Kuzey Avrupa’da devlet. İzlanda’dan sonra İskandinav
ülkelerinin en küçüğü olan Danimarka, batıda Kuzey
denizi ile güneydoğuda Baltık denizi arasında yeralır;
Norveç’ten Skagerrak, İsveç’ten de Kattegat ve Sund
boğazlarıyla ayrılır. Güneyde Almanya’yla 68 km’lik bir
sınırı vardır. Faerö adaları ve Grönland da, XIX. yy’dan
bu yana Danimarka’ya bağlıdırlar ve günümüzde iç işlerinde
özerk iki birim oluştururlar.
Danimarka adı (“Danmark”: Danların sınır ili anlamına
gelir) metinlerde ilk olarak IV. yy’da geçer. O tarihten
sonra Danimarka, İskandinavya’nın büyük bölümüne
egemen olmuş ve İskandinavya’da ortak bir Kuzey
kültürü gelişmiştir.
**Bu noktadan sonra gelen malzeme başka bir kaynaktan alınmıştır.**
/** The "Body catalogue" panel: pick bodies, fields and units, preview, insert as a table. */
import { BODIES } from "../../catalogue/bodies";
import { BODY_FIELDS } from "../../catalogue/fields";
import {
  bodyGroups,
  buildTablePlan,
  DEFAULT_BODIES,
  DEFAULT_FIELDS,
  DEFAULT_UNITS,
  DERIVED_FIELDS,
  formatWith,
  isFormulaCell,
  matchesFilter,
  type DistanceUnit,
  type GmUnit,
  type TablePlan,
  type TimeUnit,
  type Units,
} from "../catalogueTable";
import { insertCatalogueTable } from "../excel";
import { byId, clear, el } from "./dom";
import { mountPickList } from "./pickList";
import { at, showError, showMessage, showOutcome, type Where } from "./status";

const NEW_SHEET = "Body catalogue";

export interface CatalogueView {
  setEnabled(on: boolean): void;
  status: HTMLElement;
}

/** `available`: ids of the worksheet functions in this build (derived columns need theirs). */
export function mountCatalogue(available: ReadonlySet<string>): CatalogueView {
  const groups = bodyGroups();
  const allBodies = groups.flatMap((g) => g.bodies);
  const chosenBodies = new Set(allBodies.filter((b) => DEFAULT_BODIES.includes(b.name)).map((b) => b.name));
  const chosenFields = new Set(BODY_FIELDS.filter((f) => DEFAULT_FIELDS.includes(f.key)).map((f) => f.key));
  const derivedOffered = DERIVED_FIELDS.filter((d) => available.has(d.fn));
  const chosenDerived = new Set<string>();
  const units: Units = { ...DEFAULT_UNITS };

  const filter = byId<HTMLInputElement>("body-filter");
  const bodyList = byId("body-list");
  const fieldList = byId("field-list");
  const preview = byId("preview");
  const previewSize = byId("preview-size");
  const previewNotes = byId("preview-notes");
  const insertBtn = byId<HTMLButtonElement>("insert-table");
  const sheetBtn = byId<HTMLButtonElement>("insert-table-sheet");
  const status = byId("catalogue-status");
  const bodyCount = byId("body-count");
  const skip = byId<HTMLAnchorElement>("skip-to-insert");
  // The skip link lands on Insert table, or, while it cannot be used, on the hint that says why.
  skip.addEventListener("click", (ev) => {
    ev.preventDefault();
    (insertBtn.disabled ? byId("insert-hint") : insertBtn).focus();
  });

  // Bodies, grouped, as one list with one tab stop (arrow keys inside).
  const bodyPicks = mountPickList(
    bodyList,
    groups.map((g) => ({ title: g.title, options: g.bodies.map((b) => ({ key: b.name, label: b.name, attribute: "data-body", selected: chosenBodies.has(b.name) })) })),
    (name, on) => {
      if (on) chosenBodies.add(name);
      else chosenBodies.delete(name);
      refresh();
    },
  );
  const noMatch = el("p", { class: "empty-filter", hidden: true }, "No body matches the filter.");
  bodyList.appendChild(noMatch);

  const applyFilter = () => {
    noMatch.hidden = bodyPicks.show((name) => matchesFilter(allBodies.find((b) => b.name === name)!, filter.value)) > 0;
    countBodies();
  };
  filter.addEventListener("input", applyFilter);

  document.querySelectorAll<HTMLButtonElement>("[data-pick]").forEach((b) =>
    b.addEventListener("click", () => {
      const pick = b.dataset.pick;
      if (pick === "none") chosenBodies.clear();
      else if (pick === "planets") {
        chosenBodies.clear();
        for (const body of allBodies) if (body.kind === "star" || body.kind === "planet") chosenBodies.add(body.name);
      } else for (const body of allBodies) if (matchesFilter(body, filter.value)) chosenBodies.add(body.name);
      bodyPicks.setSelected(chosenBodies);
      refresh();
    }),
  );

  /**
   * "10 of 38 picked", and which picked bodies cannot be seen now: scrolled out of the list or
   * hidden by the filter, so nothing picked is ever out of sight without the pane saying so.
   */
  function countBodies(): void {
    const box = bodyList.getBoundingClientRect();
    const outOfView: string[] = [];
    const filtered: string[] = [];
    for (const b of allBodies) {
      if (!chosenBodies.has(b.name)) continue;
      const o = bodyPicks.option(b.name)!;
      if (o.hidden) filtered.push(b.name);
      else {
        const r = o.getBoundingClientRect();
        if (r.top < box.top - 1 || r.bottom > box.bottom + 1) outOfView.push(b.name);
      }
    }
    const n = chosenBodies.size;
    const parts = [`${n} of ${allBodies.length} ${allBodies.length === 1 ? "body" : "bodies"} picked.`];
    if (outOfView.length > 0) parts.push(`Scrolled out of view: ${outOfView.join(", ")}.`);
    if (filtered.length > 0) parts.push(`Hidden by the filter: ${filtered.join(", ")}.`);
    bodyCount.textContent = parts.join(" ");
  }
  let countQueued = false;
  const queueCount = () => {
    if (countQueued) return;
    countQueued = true;
    requestAnimationFrame(() => {
      countQueued = false;
      countBodies();
    });
  };
  bodyList.addEventListener("scroll", queueCount, { passive: true });
  window.addEventListener("resize", queueCount);

  // Fields, in catalogue order, then the columns the sheet computes; one list, one tab stop.
  mountPickList(
    fieldList,
    [
      { options: BODY_FIELDS.map((f) => ({ key: f.key, label: f.label, attribute: "data-field", title: f.description, selected: chosenFields.has(f.key) })) },
      ...(derivedOffered.length > 0
        ? [
            {
              title: "Computed in the sheet (live formulas)",
              options: derivedOffered.map((d) => ({ key: `derived:${d.key}`, value: d.key, label: d.label, attribute: "data-derived", title: `${d.description}: a live ORBIT.${d.fn} formula on each row`, selected: false })),
            },
          ]
        : []),
    ],
    (key, on) => {
      const [set, k] = key.startsWith("derived:") ? [chosenDerived, key.slice("derived:".length)] : [chosenFields, key];
      if (on) set.add(k);
      else set.delete(k);
      refresh();
    },
  );

  // Units.
  const bindUnit = (name: string, set: (v: string) => void) =>
    document.querySelectorAll<HTMLInputElement>(`input[name="${name}"]`).forEach((r) =>
      r.addEventListener("change", () => {
        if (r.checked) {
          set(r.value);
          refresh();
        }
      }),
    );
  bindUnit("unit-distance", (v) => (units.distance = v as DistanceUnit));
  bindUnit("unit-gm", (v) => (units.gm = v as GmUnit));
  bindUnit("unit-time", (v) => (units.time = v as TimeUnit));

  let plan: TablePlan = currentPlan();
  let enabled = false;

  function currentPlan(): TablePlan {
    return buildTablePlan({
      // Catalogue order: each moon right after its planet.
      bodies: BODIES.filter((b) => chosenBodies.has(b.name)).map((b) => b.name),
      fields: BODY_FIELDS.filter((f) => chosenFields.has(f.key)).map((f) => f.key),
      derived: derivedOffered.filter((d) => chosenDerived.has(d.key)).map((d) => d.key),
      units,
    });
  }

  function renderPreview(): void {
    clear(preview);
    const n = plan.rows.length;
    const k = plan.header.length - 2;
    previewSize.textContent = `${n} ${n === 1 ? "body" : "bodies"} × ${k} ${k === 1 ? "field" : "fields"}`;
    const s = plan.sourcesUsed.length;
    // Always one line (an empty plan says so too), so the page below never moves.
    previewNotes.textContent = plan.notes.length > 0 ? `Below it: ${plan.notes.length} note rows citing ${s} ${s === 1 ? "source" : "sources"}.` : "No note rows.";
    if (n === 0 || k === 0) {
      preview.appendChild(el("p", { class: "preview-empty" }, n === 0 ? "Choose at least one body." : "Choose at least one field."));
      return;
    }
    const head = el("tr", {}, ...plan.header.map((h) => el("th", { scope: "col" }, h)));
    const last = plan.header.length - 1;
    const rows = plan.rows.map((r, ri) =>
      el(
        "tr",
        {},
        ...r.map((v, i) =>
          i === 0
            ? el("th", { scope: "row" }, String(v))
            : i === last
              ? el("td", { class: "src" }, String(v))
              : isFormulaCell(v)
                ? el("td", { class: "live", title: v.formula.replace("{body}", "this row's body") }, "formula")
                : v === ""
                  ? el("td", { class: "none", title: "not in the catalogue" }, "—")
                  : el("td", {}, formatWith(v, plan.numberFormats[ri][i])),
        ),
      ),
    );
    preview.appendChild(el("table", {}, el("thead", {}, head), el("tbody", {}, ...rows)));
    // Say when rows lie below the preview's edge (the default bodies all fit).
    if (preview.scrollHeight > preview.clientHeight + 1) previewSize.textContent += " (scroll for all rows)";
  }

  function refresh(): void {
    plan = currentPlan();
    renderPreview();
    countBodies();
    const ready = enabled && plan.rows.length > 0 && plan.header.length > 2;
    insertBtn.disabled = !ready;
    sheetBtn.disabled = !ready;
  }

  async function insert(where: Where | "selection"): Promise<void> {
    const snapshot = plan;
    insertBtn.disabled = sheetBtn.disabled = true;
    status.setAttribute("aria-busy", "true");
    showMessage(status, "info", "Checking the target cells…");
    try {
      const o = await insertCatalogueTable(snapshot, where);
      showOutcome(status, o, {
        verb: "Insert",
        newSheet: NEW_SHEET,
        retry: (w) => void insert(w),
        done: (w) => `Inserted table ${w.tableName} at ${at(w.sheet, w.address)}: ${snapshot.rows.length} bodies, with ${snapshot.sourcesUsed.length} cited sources below it.`,
      });
    } catch (e) {
      showError(status, e);
    } finally {
      status.removeAttribute("aria-busy");
      refresh();
    }
  }
  insertBtn.addEventListener("click", () => void insert("selection"));
  sheetBtn.addEventListener("click", () => void insert({ newSheet: NEW_SHEET }));

  refresh();
  return {
    status,
    setEnabled(on: boolean) {
      enabled = on;
      refresh();
    },
  };
}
Danimarka, Almanya’ya yakınlığı
nedeniyle, Alman kültürünün de etkisinde kalmıştır.
Günümüzde, tarım ve sanayi ürünlerinin çoğu yurt
dışına satılan Danimarka’nın dengeli ekonomisi, halkına
dünyanın en yüksek yaşama düzeylerinden birini
sağlamaktadır. Ayrıca, devletin aldığı yüksek vergiler
sayesinde, ülkede dünyanın devlet yönetimindeki en
ileri sosyal yardım ve hizmetler sisteminden biri kurulmuştur.
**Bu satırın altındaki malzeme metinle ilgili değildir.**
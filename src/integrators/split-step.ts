/**
 * Kick–drift–kick Strang splitting for the comoving Schrödinger–Poisson
 * system in code units (ħ/m = 1, 4πG = 1):
 *   i ∂ψ/∂t = −∇²ψ / (2a²) + (φ/a) ψ,   ∇²φ = |ψ|² − ρ̄   (periodic)
 *   ∇²φ = |ψ|²                                            (isolated, a = 1)
 * One step from t to t + Δt:
 *   ψ ← e^{−iφK₁} ψ,  K₁ = ∫_t^{t+Δt/2} dt/a
 *   ψ ← F⁻¹ e^{−ik²D/2} F ψ,  D = ∫_t^{t+Δt} dt/a²
 *   φ ← Poisson(|ψ|²)
 *   ψ ← e^{−iφK₂} ψ,  K₂ = ∫_{t+Δt/2}^{t+Δt} dt/a
 * The factors come from the background, not from a frozen at the step's
 * start. The scheme is unitary, time-reversible and second order in Δt
 * (Strang 1968, SIAM J. Numer. Anal. 5, 506). The potential after a step is
 * kept for the first kick of the next, so a step costs one complex FFT pair
 * and one Poisson solve, and allocates no arrays.
 *
 * Both kicks multiply by a phase of the same φ, so the closing kick of one
 * step and the opening kick of the next are applied together, as one
 * e^{−iφ(K₂+K₁)} folded into the next step's first transform pass: one sin
 * and cos per cell and step instead of two. Until then the closing kick is
 * owed; reading `psi` applies it (`rawPsi` gives ψ without it, which has the
 * same |ψ|). The density for the potential is taken in the drift's last pass.
 *
 * A contact interaction (the Gross–Pitaevskii term) adds g|ψ|²/a³ to the
 * potential φ/a, so its kick factor is C = ∫dt/a³ where gravity's is
 * K = ∫dt/a. A kick applied at time t_k takes C = K/a(t_k)²: the opening kick
 * at the step's start t₀ and the closing one at its end t₁, which is a
 * symmetric (so second-order) quadrature of ∫dt/a³, and one number K still
 * describes a kick. The kick at t_k is ψ ← e^{−iK(φ + g|ψ|²/a(t_k)²)} ψ, and
 * the closing kick owed at t₁ and the next opening one, both at t₁, fold as
 * before (static box: a = 1 and C = K). The kick leaves |ψ| unchanged, so it
 * is exact and the scheme unitary. Without gravity φ = 0 and only the
 * contact term kicks.
 */
import type { Grid } from "../grid/grid.js";
import type { Background } from "../physics/cosmology/background.js";
import { IsolatedPoisson, PeriodicPoisson, type PoissonSolver } from "../fields/poisson.js";
import { ComplexFft } from "../fields/fft.js";
import { createEngine, type StepEngine } from "../fields/step-engine.js";
import { regionView, stepGeometry, type FftBackend, type GravityKind } from "../fields/step-memory.js";
import { allocateStepMemory, type StepMemory, type TableInputs } from "../fields/step-allocate.js";
import { resolveFftBackend, type FftChoice } from "./fft-backend.js";
import { ExtraFields, type FieldKind, type PassRunner } from "./extra-fields.js";
import { StepPlan, type PlannedPass } from "./step-plan.js";
import { RESULT_LENGTH, runTask, type StepTask } from "./step-task.js";
import { maxDensity } from "../diagnostics/energies.js";

/** Sums over the grid of |ψ|² = ρ and φ, without the cell volume. */
export interface FieldMoments {
  readonly rho: number;
  readonly rho2: number;
  readonly rhoPhi: number;
  readonly maxRho: number;
  /** Smallest and largest φ on the grid. */
  readonly phiMin: number;
  readonly phiMax: number;
}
YÜZEYŞEKİLLERİ VE DOĞAL KAYNAKLAR
Danimarka topraklarının büyük bölümü, Kuzey denizi
ile Baltık denizi arasında yeralan Jutland (ya daJylland)
yarımadasında yayılır. Yüzölçümü 29 766 km2 olan Jutland,
Danimarka topraklarının yaklaşık % 70’ini oluşturur.
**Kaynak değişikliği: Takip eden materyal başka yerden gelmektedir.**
/** Pencils from this length on go through a fused strided pass (two scratch blocks) LONG_PART at a time. */
const LONG_COLUMN: i32 = 2048;
const LONG_PART: i32 = 8;

// What a strided pass does between its forward and inverse transforms.
const PLAIN: i32 = 0; // one transform only, in place
const DRIFT: i32 = 1;
const POISSON: i32 = 2;

/**
 * A pass along axis 0 or 1 over units [lo, hi): each unit is a block of up
 * to BLOCK neighbouring pencils. PLAIN transforms in place (tw, `inverse`,
 * `scale`); DRIFT and POISSON transform forward (tw), multiply in Fourier
 * space (driftBlock, poissonBlock) and transform back (twI, 1/n). Returns
 * the drift block's kinetic sum.
 */
function stridedPass(
  data: usize, n0: i32, n1: i32, n2: i32, axis: i32, lo: i32, hi: i32, buf: usize, buf2: usize,
  tw: usize, twI: usize, rev: usize, inverse: bool, scale: f64, mode: i32,
  pAxis: usize, pOuter: usize, pLane: usize, kAxis: usize, kOuter: usize, kLane: usize,
): f64 {
  const n = axis == 1 ? n1 : n0;
  const pointStride = (axis == 1 ? n2 : n1 * n2) << 4;
  const outerStride = axis == 1 ? n1 * n2 : n2;
  const blocks = (n2 + BLOCK - 1) / BLOCK;
  // long pencils with two scratch blocks: part of a unit at a time, so that both stay in a core's cache
  const part = mode != PLAIN && n >= LONG_COLUMN ? LONG_PART : BLOCK;
  let sum = f64x2.splat(0);
  for (let u = lo; u < hi; u++) {
    const o = u / blocks;
    const u0 = (u - o * blocks) * BLOCK;
    const end = min(u0 + BLOCK, n2);
    for (let c0 = u0; c0 < end; c0 += part) {
      const count = min(part, end - c0);
      const pitch = count << 4;
      const p = data + (<usize>(o * outerStride + c0) << 4);
      if (mode == PLAIN) {
        transformInPlace(p, pointStride, 16, n, count, buf, pitch, rev, tw, inverse, scale);
        continue;
      }
      transformToBuf(p, pointStride, 16, n, count, buf, pitch, rev, tw, false);
      if (mode == DRIFT) sum = driftBlock(buf, buf2, n, count, pitch, o, c0, rev, pAxis, pOuter, pLane, kAxis, kOuter, kLane, sum);
      else poissonBlock(buf, buf2, n, count, pitch, o, c0, rev, kAxis, kOuter, kLane);
      transformBufToMemory(buf2, n, pitch, count, twI, true, p, pointStride, 16, 1.0 / <f64>n);
    }
  }
  return f64x2.extract_lane(sum, 0) + f64x2.extract_lane(sum, 1);
}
Ülkenin geri kalan kesimiyse Jutland kıyıları açığındaki
Bornholm, Sjaeland, Falster, Fyn, Lolland gibi adalar
ile 400 kadar ıssız küçük küçük ada üstünde yayılır.
Jutland kıyılarının son derece girintili çıkıntılı olması ve
çok sayıda ada bulunması nedeniyle, Danimarka’nınkıyılarının uzunluğu 3 379 km’yi bulur.
Danimarka topraklarının % 75’inden çoğunun yükseltisi
100 m’nin altındadır. Bu düz ya da hafif dalgalı
topraklar üstünde, pek az yerde kayaç blokları yükselir.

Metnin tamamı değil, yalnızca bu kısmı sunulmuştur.